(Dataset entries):
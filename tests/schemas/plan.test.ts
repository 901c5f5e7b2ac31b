import { describe, expect, it } from 'vitest'
import { planSchema, savePlanSchema } from '@/lib/schemas/plan'
import { CRATE_MODELS } from '../../seeders/crate-models'
import { newCrate } from '@/lib/planning/new-plan'
import { glasgowToMuscat } from '../planning/plan'

const sent = (plan: unknown) =>
  savePlanSchema.safeParse({
    consignmentId: null,
    version: null,
    requestId: '2f74c0b2-ba82-4cfa-9035-2b1fcfbf8fd2',
    plan,
  })
const issuesOf = (plan: unknown) =>
  (sent(plan).error?.issues ?? []).map(({ path, message }) => `${path.join('.')}: ${message}`)

describe('what a plan may not say', () => {
  it.each([
    ['crates', 'packs', [{ kind: 'ice', massKg: 1 }]],
    ['crates', 'medium', 'water'],
    ['animals', 'hoursSinceFed', 3],
    ['animals', 'acclimatedToC', 2],
    ['legs', 'speedKmh', 80],
  ] as const)('%s have no %s, and none is dropped in silence', (part, field, value) => {
    const plan = glasgowToMuscat()
    Object.assign(plan[part][0] ?? {}, { [field]: value })
    expect(issuesOf(plan)).toEqual([
      `plan.${part}.0.${field}: “${field}” is not a field of a plan: nothing would count it, so it is refused.`,
    ])
    // A plan kept long ago stays readable all the same.
    expect(planSchema.safeParse(plan).success).toBe(true)
  })

  it('says what is wrong with a field it knows at that field', () => {
    const plan = glasgowToMuscat()
    Object.assign(plan.crates[0] ?? {}, { wallThicknessMm: 900 })
    expect(issuesOf(plan)).toEqual([
      'plan.crates.0.wallThicknessMm: Wall thickness 900 mm: put 0.5 to 100 mm.',
    ])
  })
})

it('takes a plan as the form makes it, whatever crate model stands in it', () => {
  const plan = glasgowToMuscat()
  expect(issuesOf(plan)).toEqual([])
  for (const { spec } of CRATE_MODELS) {
    const made = { ...glasgowToMuscat() }
    made.crates = [{ ...newCrate({ crates: [] }, { id: 1, plan: spec }), occupants: ['animal-1'] }]
    expect(issuesOf(made)).toEqual([])
  }
})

(Task instructions):
Look through the entries for lines containing the word "toEqual" and return each one.

(Answer for this exercise):
    expect(issuesOf(plan)).toEqual([
    expect(issuesOf(plan)).toEqual([
  expect(issuesOf(plan)).toEqual([])
    expect(issuesOf(made)).toEqual([])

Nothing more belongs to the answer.